El anciano, incómodo, miró a George y a Lennie, y otra vez a George.

—Acababa de llegar —explicó—. No oí nada de lo que decíais. No me interesa nada de lo que decíais. En un rancho no se escucha lo que dicen los demás, ni se hacen preguntas.

—Claro que no —dijo George, algo apaciguado—. El que lo hace no dura mucho.

Pero la defensa del barrendero lo había tranquilizado.

—Entra y siéntate un minuto —invitó—. Ese perro es más viejo que el diablo.

—Sí. Lo tengo desde que era cachorro. Cielos, era un buen ovejero cuando era joven.

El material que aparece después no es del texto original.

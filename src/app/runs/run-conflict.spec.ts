import { blankRun } from '../../../shared/testing/blank-run';
import type { Outcome, Response, Run } from '../studies/study-types';
import { cellChange, cellSpecs } from './run-cells';
import { cellConflict } from './run-conflict';

const H: Response = { id: 1, position: 0, name: 'H', symbol: 'H', unit: '', decimals: 3, goal: 'larger', target: null, rangeMin: 0.5, rangeMax: 2 };
const outcomes: Outcome[] = [{ id: 1, position: 0, label: 'valid', valid: true }];
const specs = cellSpecs([], [H]);
const spec = specs.get('val:H')!;
const stored = (text: string | null, version: number): Run =>
  blankRun(7, { values: text === null ? {} : { H: { text, value: Number(text), outOfRange: false } }, version });

describe('cellConflict (stale per-cell save, HTTP 409)', () => {
  // docs/api-studies.md: a stale version gets 409 and the grid shows the conflict instead of overwriting.
  const edit = { runId: 7, version: 3, values: { H: '0.912' } };

  it('shows what I typed against what is stored now, and retries on the current version', () => {
    const conflict = cellConflict(spec, edit, '0.900', '0.912', stored('0.905', 4), outcomes);
    expect(conflict).toEqual({ runCode: 'R007', column: 'H', before: '0.900', mine: '0.912', theirs: '0.905', retry: { runId: 7, version: 4, values: { H: '0.912' } } });
  });

  it('needs no decision when the other change stored exactly my value', () => {
    expect(cellConflict(spec, edit, '0.900', '0.912', stored('0.912', 4), outcomes)).toBeNull();
  });

  it('treats a value someone cleared as a real conflict (empty theirs)', () => {
    expect(cellConflict(spec, edit, '0.900', '0.912', stored(null, 5), outcomes)?.theirs).toBe('');
  });

  it('never retries on the stale version', () => {
    const conflict = cellConflict(spec, edit, '', '0.912', stored('1.000', 9), outcomes);
    expect(conflict?.retry.version).toBe(9);
  });
});

describe('cellChange (one typed value to a run edit)', () => {
  it('keeps the text as typed and clears on empty', () => {
    expect(cellChange(spec, ' 0.850 ', outcomes)).toEqual({ fields: { values: { H: '0.850' } } });
    expect(cellChange(spec, '', outcomes)).toEqual({ fields: { values: { H: null } } });
  });

  it('refuses a comma decimal mark and extra decimals with the fix', () => {
    // shared/studies.ts DECIMAL_RE refuses "1,5" rather than guessing (1,500 is ambiguous).
    expect(cellChange(spec, '1,5', outcomes)).toEqual({ error: '"1,5": use a point as the decimal mark' });
    expect(cellChange(spec, '0.8501', outcomes)).toEqual({ error: '"0.8501" has more than 3 decimals' });
  });
});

Apoyó la escoba contra la pared y se frotó con los nudillos la mejilla erizada de canas.

—¿Qué te pareció el patrón? —preguntó.

—Bastante bien. Parece buen tipo.

—Es un buen tipo —convino el viejo—. Hay que saberlo llevar.

En este momento entró en el barracón de los peones un hombre joven; un hombre joven y flaco, de cara tostada, ojos pardos y la cabeza llena de apretados rizos. En la mano izquierda llevaba puesto un guante de trabajo y, como el patrón, calzaba botas de tacón alto.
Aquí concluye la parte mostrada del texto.